Energy security goes beyond securing electrons on a transmission wire
My perspective on energy security was recently expanded in an unexpected direction. Last week marked the International Day of Peace, yet the world appears at its lowest level of peace in history.
Distressing televised coverage and social media images show a world in conflict.
And conflict, along with climate-related issues, results in displaced people. So, what is the link between energy and security?
Anna Merrifield, director of the unit for climate and environmental diplomacy at the Finnish Ministry for Foreign Affairs, says the fight for natural resources is a common trigger for conflict in many places.
Throughout history, but especially now, there is evidence of how drought and lack of jobs drive migration flows, “first to big African cities and then to Europe,” says Merrifield. Without access to power, deforestation and burning firewood for cooking add to climate risks, increasing job losses (while decreasing job opportunities). And all of this results in the movement of people to seek security.
Meanwhile, there are solutions to the energy access plight around electricity for cooking, operating a small business and pumping water to irrigate crops. For example, in the 2022 African Power & Energy Elites, Funmi Ogbue, Founder & CEO, Zigma, has these words on the topic: “…how much travel women need to do in the rural areas to fetch firewood and how much damage this does to the environment – and all for what? To cook food that a simple LPG powered cooker could do in less time, or better yet, a simple microwave oven.”
Sadly, the Global Peace Index records the highest number of globally displaced persons this year. At the same time, the world’s peacefulness is at an all-time low. “When I was in Uganda, I saw what an immense impact climate change and loss of biodiversity have on people’s lives,” attests Merrifield.
However, she adds that the bulk of current news coverage focuses on the energy concerns of European households. “These are major problems for people and can affect everyday living.

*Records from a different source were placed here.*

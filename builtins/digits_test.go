package builtins_test

import (
	"context"
	"encoding/json"
	"fmt"
	"math"
	"math/big"
	"math/rand/v2"
	"slices"
	"strings"
	"testing"

	"gonum.org/v1/gonum/mat"

	"gainwright/builtins"
	"gainwright/builtins/system"
	"gainwright/lang/diag"
	"gainwright/lang/eval"
	"gainwright/lang/value"
	"gainwright/stdlib"
)

// judged is a seeded random problem, the text that answers it in the language and what came of it.
type judged struct {
	p       problem
	text    string // binds X
	x       value.Value
	refused string

	low, high complex128 // the bracket, of a largest gain
}

// judgedProblems draws count problems of every kind.
func judgedProblems(count int) []judged {
	r := draw{rand.New(rand.NewPCG(1789, 14))}
	var all []judged
	add := func(kind string, p problem, text string) {
		p["kind"] = kind
		all = append(all, judged{p: p, text: "X = " + text})
	}
	for i := range count {
		n, sampled := 1+r.IntN(4), i%2 == 1
		units := []int{0, 0, 4, 12}[i%4]
		a, b, c, scale := r.plant(n, 1+r.IntN(2), 1, sampled, 4, units)
		one := mat.DenseCopyOf(b.Slice(0, n, 0, 1))
		q := r.weight(n, 3, false)
		shared := func() problem {
			return problem{"A": rowsOf(a), "B": rowsOf(b), "C": rowsOf(c), "Q": rowsOf(q), "sampled": sampled}
		}
		of := func(name string) string { return name + "(" + plantText(a, b, c, sampled) + ")" }
		add("eigenvalues", shared(), "eigenvalues("+floatText(a)+")")
		add("damping", shared(), of("least_damping"))
		add("decay", shared(), of("slowest_decay"))
		add("singular values", shared(), "singular_values("+floatText(a)+")")
		add("exponential", shared(), "exponential("+floatText(a)+")")
		add("noise gain", shared(), of("noise_gain"))
		add("gramian", shared(), of("reachability")+".gramian")
		add("hankel", shared(), of("hankel_singular_values"))
		add("hankel", shared(), fmt.Sprintf("reduced(%s, order: %d).hankel_singular_values", plantText(a, b, c, sampled), n-1))
		add("lyapunov", shared(), fmt.Sprintf("lyapunov(%s, %s, sampled: %t)", floatText(a), floatText(q), sampled))

		p := shared()
		p["B"] = rowsOf(one)
		add("largest gain", p, "largest_gain("+plantText(a, one, c, sampled)+")")
		p = shared()
		p["B"] = rowsOf(one)
		add("final value", p, "figures(response("+plantText(a, one, c, sampled)+")).final_value")
		if !sampled {
			p = shared()
			p["B"] = rowsOf(one)
			add("settling", p, "figures(response("+plantText(a, one, c, sampled)+")).settling")
			p = shared()
			p["B"] = rowsOf(one)
			w := math.Pow(10, 4*r.Float64()-3)
			p["frequencies"] = []float64{w, 10 * w}
			add("response", p, fmt.Sprintf("sweep(%s, from: %v, to: %v, points: 2).values", plantText(a, one, c, false), decimalText(w), decimalText(10*w)))
			every := math.Pow(10, 3*r.Float64()-3)
			p = shared()
			p["T"] = every
			held := fmt.Sprintf("sampled(%s, every: floating(%s))", plantText(a, b, c, false), decimalText(every))
			add("hold A", p, held+".A")
			add("hold B", map[string]any{"A": p["A"], "B": p["B"], "T": every}, held+".B")
		}
		g, h := r.graded(n, 9*r.Float64()), r.normal(n, 2)
		add("solve", problem{"A": rowsOf(g), "B": rowsOf(h)}, "solve("+floatText(g)+", "+floatText(h)+")")
		f := r.graded(2, 4*r.Float64())
		add("sylvester", problem{"A": rowsOf(g), "B": rowsOf(f), "C": rowsOf(h)}, "sylvester("+floatText(g)+", "+floatText(f)+", "+floatText(h)+")")
		r.addZeros(add, n+1, units)
		r.addGains(add, i, a, b, one, scale, sampled)
	}
	return all
}

func (r draw) addZeros(add func(string, problem, string), n, units int) {
	m := 1 + r.IntN(2)
	a, b, c, _ := r.plant(n, m, m, false, 3, units)
	d := mat.NewDense(m, m, nil)
	if r.Float64() < 0.3 {
		d.Set(0, 0, r.NormFloat64())
	}
	add("zeros", problem{"A": rowsOf(a), "B": rowsOf(b), "C": rowsOf(c), "D": rowsOf(d)},
		"transmission_zeros(plant("+floatText(a)+", "+floatText(b)+", "+floatText(c)+", "+floatText(d)+"))")
}

// addGains adds the quadratic gain and its equation's solution, the filter of the dual and a gain by pole assignment:
// shifted and unstable plants, singular A, indefinite weights, cross weights, R = 0 of sampled plants.
func (r draw) addGains(add func(string, problem, string), i int, a, b, one *mat.Dense, scale []float64, sampled bool) {
	n, m := b.Dims()
	family := i / 2 % 5
	a = mat.DenseCopyOf(a)
	if family != 1 && r.Float64() < 0.5 {
		for k := range n {
			a.Set(k, k, a.At(k, k)+math.Pow(10, 2*r.Float64()-2))
		}
	}
	if family == 1 {
		for k := range n {
			a.Set(k, 0, 0)
		}
	}
	q, weight, cross := r.weight(n, 3, family == 2 && n > 1), r.weight(m, 1, false), mat.NewDense(n, m, nil)
	q.Apply(func(i, j int, v float64) float64 { return v / scale[i] / scale[j] }, q)
	if family == 3 {
		cross.Apply(func(i, _ int, _ float64) float64 { return 1e-3 * r.NormFloat64() / scale[i] }, cross)
	}
	if family == 4 && sampled {
		weight.Zero()
	}
	shared := func() problem {
		return problem{"A": rowsOf(a), "B": rowsOf(b), "Q": rowsOf(q), "R": rowsOf(weight), "N": rowsOf(cross), "sampled": sampled}
	}
	first := mat.NewDense(n, 1, nil)
	first.Set(0, 0, 1)
	gain := fmt.Sprintf("quadratic_gain(%s, states: %s, inputs: %s, cross: %s)", plantText(a, b, mat.DenseCopyOf(first.T()), sampled), floatText(q), floatText(weight), floatText(cross))
	add("riccati gain", shared(), gain)
	add("riccati solution", shared(), gain+".cost")
	add("loop poles", shared(), gain)
	add("riccati poles", shared(), fmt.Sprintf("riccati(%s, %s, states: %s, inputs: %s, cross: %s, sampled: %t).poles",
		floatText(a), floatText(b), floatText(q), floatText(weight), floatText(cross), sampled))
	at, bt := mat.DenseCopyOf(a.T()), mat.DenseCopyOf(b.T())
	add("riccati gain", shared(), fmt.Sprintf("transpose(kalman_gain(%s, process: %s, measurement: %s, cross: %s).values)",
		plantText(at, first, bt, sampled), floatText(q), floatText(weight), floatText(cross)))
	add("riccati solution", shared(), fmt.Sprintf("riccati(%s, %s, states: %s, inputs: %s, cross: %s, sampled: %t).solution",
		floatText(a), floatText(b), floatText(q), floatText(weight), floatText(cross), sampled))

	wanted := make([]float64, n)
	list := ""
	for k := range wanted {
		wanted[k] = -float64(1+r.IntN(16*n))/4 - 4*float64(i%3)
		if k > 0 {
			list += ", "
		}
		list += decimalText(wanted[k])
	}
	p := problem{"A": rowsOf(a), "B": rowsOf(one), "poles": wanted}
	add("assign", p, "assign_poles("+floatText(a)+", "+floatText(one)+", ["+list+"])")
	add("loop poles", problem{"A": rowsOf(a), "B": rowsOf(b)}, "assign_poles("+floatText(a)+", "+floatText(b)+", ["+list+"])")
}

func decimalText(x float64) string { return literal(json.RawMessage(fmt.Sprintf("%v", x))) }

// answered runs the text of a problem.
func (j *judged) answered() {
	session := eval.New(eval.Options{Builtins: builtins.Table(), Library: stdlib.Files})
	session.RunText(context.Background(), diag.NewSource("test", j.text), func(e eval.Event) {
		if e.Error != nil {
			j.refused = e.Error.Message
		}
	})
	if v, ok := session.Lookup("X"); ok && j.refused == "" {
		j.x = value.Force(v)
	}
}

// claim is a number, or a matrix by its largest entry, with the digits that it claims.
type claim struct {
	value  complex128
	digits float64
}

// claims lists the numbers of an answer; a matrix claims as a whole.
func claims(v value.Value) []claim {
	switch v := value.Force(v).(type) {
	case value.Number:
		return []claim{{complex(v.Float64(), 0), v.Digits()}}
	case value.Quantity:
		return claims(v.Magnitude)
	case value.Complex:
		if v.IsExact() {
			return []claim{{v.Complex128(), math.Inf(1)}}
		}
		return []claim{{v.Complex128(), -math.Log10(v.Err / math.Hypot(real(v.C), imag(v.C)))}}
	case *value.List:
		var all []claim
		for _, x := range v.Items {
			all = append(all, claims(x)...)
		}
		return all
	}
	return nil
}

// isNumbers tells an answer from what is said in its place.
func isNumbers(v value.Value) bool {
	switch v.(type) {
	case value.Number, value.Quantity, value.Complex, *value.List, *value.Matrix, *value.Gain, *value.Report:
		return true
	}
	return false
}

// compare gives pairs of claimed digits and digits that hold; it is false when the counts differ.
func compare(v value.Value, want [][]string) (pairs [][2]float64, same bool) {
	if g, ok := v.(*value.Gain); ok {
		v = g.Values
	}
	if m, ok := v.(*value.Matrix); ok {
		re, _ := m.Floats()
		if !slices.ContainsFunc(want, func(row []string) bool { return slices.ContainsFunc(row, func(x string) bool { return x != "0.0" }) }) {
			return nil, true // relative to nothing
		}
		return [][2]float64{{m.Digits(), digitsOf(relative(re, want))}}, true
	}
	got := claims(v)
	if len(got) != len(want) {
		return nil, false
	}
	used := make([]bool, len(want))
	for _, c := range got {
		best, at := math.Inf(1), -1
		for k, w := range want {
			if d := distanceTo(c.value, w); !used[k] && (at < 0 || d < best) {
				best, at = d, k
			}
		}
		used[at] = true
		size := distanceTo(0, want[at])
		switch {
		case best == 0:
			best = 0
		case size == 0:
			best = math.Inf(1)
		default:
			best /= size
		}
		pairs = append(pairs, [2]float64{c.digits, digitsOf(best)})
	}
	return pairs, true
}

func field(r *value.Report, name string) value.Value {
	for _, f := range r.Fields {
		if f.Name == name {
			return value.Force(f.Value)
		}
	}
	return nil
}

func numberIn(text string) float64 {
	var x float64
	if _, err := fmt.Sscan(text, &x); err != nil {
		panic(err)
	}
	return x
}

func digitsOf(relative float64) float64 { return -math.Log10(math.Max(relative, 1e-17)) }

// distanceTo measures to a number of 40 digits, without cancellation.
func distanceTo(c complex128, want []string) float64 {
	var d [2]float64
	for k, x := range []float64{real(c), imag(c)} {
		w, _, err := big.ParseFloat(want[k], 10, 200, big.ToNearestEven)
		if err != nil {
			panic(err)
		}
		d[k], _ = w.Sub(w, new(big.Float).SetFloat64(x)).Float64()
	}
	return math.Hypot(d[0], d[1])
}

// TestClaimedDigits holds the digits that results claim to the truth: on seeded random problems of graded
// conditioning (invented data), through the language, never more than one digit too many.
func TestClaimedDigits(t *testing.T) {
	cases := judgedProblems(40)
	var problems []problem
	var asked []*judged
	type tally struct {
		refused, unsolved, compared, high int
		caution                           float64
	}
	tallies := map[string]*tally{}
	var kinds []string
	for k := range cases {
		j := &cases[k]
		kind := j.p["kind"].(string)
		if tallies[kind] == nil {
			tallies[kind] = &tally{}
			kinds = append(kinds, kind)
		}
		if j.answered(); !isNumbers(j.x) {
			tallies[kind].refused++
			continue
		}
		if kind == "loop poles" {
			g := j.x.(*value.Gain)
			re, _ := g.Values.Floats()
			rows, columns := g.Values.Dims()
			j.p["K"] = rowsOf(mat.NewDense(rows, columns, re))
			j.x = &value.List{Items: g.Poles}
		}
		if kind == "settling" {
			j.p["near"] = real(numbers(j.x)[0])
		}
		if kind == "largest gain" {
			r := j.x.(*value.Report)
			j.low, j.high, j.x = numbers(field(r, "low"))[0], numbers(field(r, "high"))[0], field(r, "value")
		}
		problems, asked = append(problems, j.p), append(asked, j)
	}
	total := 0
	for k, a := range askScript(t, "digits.py", problems) {
		j := asked[k]
		s := tallies[j.p["kind"].(string)]
		if a.True == nil {
			s.unsolved++
			continue
		}
		pairs, same := compare(j.x, a.True)
		if !same {
			t.Errorf("%s: the number of values differs from %d\n%s", j.p["kind"], len(a.True), j.text)
		}
		if j.high != 0 {
			if w := numberIn(a.True[0][0]); w < real(j.low)*(1-1e-14) || w > real(j.high)*(1+1e-14) {
				t.Errorf("the largest gain %v lies outside the bracket from %v to %v\n%s", w, real(j.low), real(j.high), j.text)
			}
		}
		for _, pair := range pairs {
			claimed, held := pair[0], pair[1]
			total++
			s.compared++
			s.caution += math.Min(held, 15.95) - math.Min(math.Max(claimed, 0), 15.95)
			if claimed > 0 && math.Min(claimed, 15.95) > held+1 {
				s.high++
				t.Errorf("%s: claims %.2f digits, %.2f hold\n%s", j.p["kind"], claimed, held, j.text)
			}
		}
	}
	slices.Sort(kinds)
	table := "\ndigits claimed beside digits that hold, against 60 digits\n"
	for _, kind := range kinds {
		s := tallies[kind]
		table += fmt.Sprintf("%-17s %4d compared, %d claim too much, %d refused, %d without truth, mean caution %.1f digits\n",
			kind, s.compared, s.high, s.refused, s.unsolved, s.caution/math.Max(1, float64(s.compared)))
		if 4*(s.refused+s.unsolved) > s.compared {
			t.Errorf("%s: too few comparisons", kind)
		}
	}
	t.Log(table)
	if total < 500 {
		t.Errorf("%d comparisons", total)
	}
}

However, they are global concerns, too, as the Russian invasion of Ukraine is having dramatic adverse effects on Africa, Asia and the Middle East.”
While refugee camps worldwide are at full capacity, the UN struggles to supply primary power, water and sanitation to people living in these camps. Using gensets for power access means using expensive diesel, which becomes a target for mercenaries.
Raise your voice on energy security
In the case of climate-related threats, countries most vulnerable to these impacts are already socio-economically fragile. They are home to some of the most conflict-affected places in the world – notably in sub-Saharan Africa, the Middle East and South Asia.
The challenge, however, is that affected countries are not currently benefitting from meaningful climate finance flows, nor are they seen as priorities for climate-related investment. Further, the global response to climate change addresses the worst polluters rather than the worst affected.
During the 2nd Ministerial Meeting on Climate and Development, AfDB president Dr Akinwumi Adesina called for urgent action to raise funding for countries most vulnerable to the climate crisis. The meeting was held last week on the sidelines of the UN General Assembly in New York.
Adesina did not mince words: “Africa is suffering, choking, and is in serious financial distress for what it didn’t cause. There must be a greater sense of urgency not in talking, but in doing and delivering resources that the continent needs very desperately.”
Adding gravity to Adesina’s message, US Climate Envoy John Kerry expressed frustration: “We are late. We must act. I’m fed up with saying the same thing too many times in the same meetings. Business as usual is the collective enemy. It’s time for action.”
Now, while energy-related climate risks increasingly overlap with the drivers of conflict and displacement, what can we expect world leaders to put on the table at Sharm El Sheikh, Egypt, in November at COP27?